- [WORK INSTRUCTION]
Please report each line of the data below that contains "some".

- - -

Deno.test("clamp reserve: warned when 1.2 × the peak force exceeds the clamp", () => {
  const needKN = (RUN.fill.clampForcePeak * CLAMP_RESERVE) / 1e3;
  assert.equal(CLAMP_RESERVE, 1.2, "press makers' 20 % reserve (common practice, no source)");
  assert.ok(
    !warned((s) => (s.machine.clamp_force_kN = needKN * (1 + HAIR))).includes("clamp_reserve_low"),
  );
  assert.ok(
    warned((s) => (s.machine.clamp_force_kN = needKN * (1 - HAIR))).includes("clamp_reserve_low"),
  );
});

Deno.test("imbalance over the target: warned just under the simulated imbalance, not at it", () => {
  const imbalance = RUN.fill.imbalancePercent;
  assert.ok(imbalance > 0.1, `the unequal branches are unbalanced (${imbalance} %)`);
  assert.ok(
    !warned((s) => (s.goals.max_imbalance_percent = imbalance)).includes("imbalance_over_target"),
  );
  assert.ok(
    warned((s) => (s.goals.max_imbalance_percent = imbalance * (1 - HAIR))).includes(
      "imbalance_over_target",
    ),
  );
});

Deno.test("gate size rules: round gates 25–60 % of the wall, edge gates 50–80 %, bounds inside", () => {
  // Wall 2 mm: pin gate 0.5 and 1.2 mm are the bounds; 0.49 and 1.21 mm are outside.
  const pin = (d: number) =>
    warned((s) => ((s.gates[0] as unknown as Record<string, unknown>).diameter_mm = d));
  assert.ok(!pin(0.5).includes("gate_size_rule:G1"));
  assert.ok(!pin(1.2).includes("gate_size_rule:G1"));
  assert.ok(pin(0.49).includes("gate_size_rule:G1"));
  assert.ok(pin(1.21).includes("gate_size_rule:G1"));
  // The same gate as an edge gate: 1.0 and 1.6 mm deep are the bounds.
  const edge = (t: number) =>
    warned((s) => {
      const g = s.gates[0] as unknown as Record<string, unknown>;
      g.type = "edge";
      g.thickness_mm = t;
      g.width_mm = 3;
    });
  assert.ok(!edge(1.0).includes("gate_size_rule:G1"));
  assert.ok(!edge(1.6).includes("gate_size_rule:G1"));
  assert.ok(edge(0.99).includes("gate_size_rule:G1"));
  assert.ok(edge(1.61).includes("gate_size_rule:G1"));
});

Deno.test("runner under wall + 1.5 mm is warned, at the rule it is not", () => {
  // Wall 2 mm downstream of R1: the rule is 3.5 mm.
  assert.ok(!warned((s) => (s.runners[0].diameter_mm = 3.5)).includes("runner_below_wall_rule:R1"));
  assert.ok(warned((s) => (s.runners[0].diameter_mm = 3.49)).includes("runner_below_wall_rule:R1"));
});

Deno.test("freeze order: gate after part, runner before part, runner setting the cycle", () => {
  const entry = (id: string, kind: FreezeEntry["kind"], freezeTime: number): FreezeEntry => ({
    id,
    kind,
    size: 1e-3,
    freezeTime,
    coolingTime: 2 * freezeTime,
    formula: "plate_centre",
  });
  const freeze = (gate: number, runner: number, partCooling: number, runnerCooling: number) => ({
    entries: [
      entry("C1", "part", 10),
      entry("C2", "part", 10),
      entry("G1", "gate", gate),
      entry("G2", "gate", 1),
      entry("R1", "runner", runner),
      entry("R2", "runner", 20),
    ],
    partCoolingTime: partCooling,
    runnerCoolingTime: runnerCooling,
    cycleSetBy: "runner R1",
  });
  // Gate G1 freezing exactly with its part counts as after (the code's ≥); a hair sooner is fine.
  assert.ok(warned(() => {}, freeze(10, 20, 30, 30)).includes("gate_freezes_after_part:G1"));
  assert.ok(
    !warned(() => {}, freeze(10 * (1 - HAIR), 20, 30, 30)).some((c) =>
      c.startsWith("gate_freezes_after_part")
    ),
  );
  // Runner R1 freezing with the part is fine; a hair sooner is warned.
  assert.ok(!warned(() => {}, freeze(1, 10, 30, 30)).includes("runner_freezes_before_part:R1"));
  assert.ok(
    warned(() => {}, freeze(1, 10 * (1 - HAIR), 30, 30)).includes("runner_freezes_before_part:R1"),
  );
  // Runner cooling equal to the part's: nothing; longer: it sets the cycle.
  assert.ok(!warned(() => {}, freeze(1, 20, 30, 30)).includes("runner_sets_cycle"));
  assert.ok(warned(() => {}, freeze(1, 20, 30, 30 * (1 + HAIR))).includes("runner_sets_cycle"));
});

Deno.test("freeze times: plate centre line for walls, cylinder axis for round channels, by the published closed forms", () => {
  const freeze = freezeTimes(RUN.network, THERMAL);
  const alpha = THERMAL.diffusivity;
  const tm = THERMAL.meltTemperature;
  const tw = THERMAL.moldTemperature;
  // Plate, centre line, first Fourier term (Menges, Michaeli & Mohren, How to Make Injection
  // Molds): t = s²/(π²α)·ln[(4/π)(Tm − Tw)/(Te − Tw)].
  const plate = (s: number, te: number) =>
    (s * s) / (Math.PI ** 2 * alpha) * Math.log((4 / Math.PI) * (tm - tw) / (te - tw));
  // Cylinder, axis, first term (Carslaw & Jaeger, Conduction of Heat in Solids, 2nd ed., §7.6):
  // t = D²/(4λ²α)·ln[(2/(λ·J1(λ)))·(Tm − Tw)/(Te − Tw)], λ = j0,1 = 2.404825558 and
  // J1(j0,1) = 0.5191474973 (Abramowitz & Stegun, Table 9.5).
  const lambda = 2.404825558;
  const cylinder = (d: number, te: number) =>
    (d * d) / (4 * lambda ** 2 * alpha) *
    Math.log((2 / (lambda * 0.5191474973)) * (tm - tw) / (te - tw));
  const part = freeze.entries.find((x) => x.id === "C1")!;
  assert.equal(part.formula, "plate_centre");
  assertClose(part.size, 2e-3, { rel: 1e-12, what: "part wall" });
  assertClose(part.freezeTime, plate(2e-3, THERMAL.noFlowTemperature), {
    rel: 1e-8,
    what: "part freeze",
  });
  assertClose(part.coolingTime, plate(2e-3, THERMAL.ejectionTemperature), {
    rel: 1e-8,
    what: "part cooling",
  });
  const runner = freeze.entries.find((x) => x.id === "R1")!;
  assert.equal(runner.formula, "cylinder_centre");
  assertClose(runner.freezeTime, cylinder(5e-3, THERMAL.noFlowTemperature), {
    rel: 1e-8,
    what: "runner freeze",
  });
  assertClose(runner.coolingTime, cylinder(5e-3, THERMAL.ejectionTemperature), {
    rel: 1e-8,
    what: "runner cooling",
  });
  const gate = freeze.entries.find((x) => x.id === "G1")!;
  assert.equal(gate.formula, "cylinder_centre", "a pin gate is round");
  assertClose(gate.freezeTime, cylinder(1.4e-3, THERMAL.noFlowTemperature), {
    rel: 1e-8,
    what: "gate freeze",
  });
  // The hot drop never freezes: no entry.
  assert.ok(!freeze.entries.some((x) => x.kind === "sprue"));
  // The cycle: the 5 mm runner (D²/23.13α) outlasts the 2 mm wall (s²/π²α).
  assertClose(freeze.runnerCoolingTime, runner.coolingTime, {
    rel: 1e-12,
    what: "runner cooling time",
  });
  assertClose(freeze.partCoolingTime, part.coolingTime, { rel: 1e-12, what: "part cooling time" });
  assert.ok(freeze.runnerCoolingTime > freeze.partCoolingTime);
  assert.equal(freeze.cycleSetBy, "runner R1");
});

// ---- The practical size rules' warnings (issue 13.3) at their thresholds.

Deno.test("sprue exit: a runner leaving it within 0.5 mm of its size is warned, at 0.5 mm it is not (common practice)", () => {
  const sprueFed = (runner: number) => {
    const wire = unequalBranches("full");
    wire.feed = {
      kind: "sprue",
      node: "J",
      length_mm: 50,
      entry_diameter_mm: 3,
      exit_diameter_mm: 5.5,
    };
    wire.runners![0].diameter_mm = runner;
    return codes(wire).run.warnings.filter((w) => w.code === "sprue_exit_below_margin")
      .map((w) => w.element);
  };
  assert.deepEqual(sprueFed(5), []);
  assert.deepEqual(sprueFed(5.01), ["R1"]);
  // A hot drop has no sprue exit to compare with.
  assert.ok(!RUN.warnings.some((w) => w.code === "sprue_exit_below_margin"));
});

/** A freeze summary with one part cooling `part` s and the given runner and sprue cooling times. */
function cooling(part: number, cold: Record<string, number>): FreezeTimes {
  const entry = (id: string, kind: FreezeEntry["kind"], coolingTime: number): FreezeEntry => ({
    id,
    kind,
    size: 1e-3,
    freezeTime: coolingTime / 2,
    coolingTime,
    formula: "cylinder_centre",
  });
  const entries = [
    entry("C1", "part", part),
    ...Object.entries(cold).map(([id, t]) => entry(id, id === "sprue" ? "sprue" : "runner", t)),
  ];
  return {
    entries,
    partCoolingTime: part,
    runnerCoolingTime: Math.max(...Object.values(cold)),
    cycleSetBy: "runner",
  };
}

- - -

- [SOLUTION]
    !warned(() => {}, freeze(10 * (1 - HAIR), 20, 30, 30)).some((c) =>
  assert.ok(!freeze.entries.some((x) => x.kind === "sprue"));
  assert.ok(!RUN.warnings.some((w) => w.code === "sprue_exit_below_margin"));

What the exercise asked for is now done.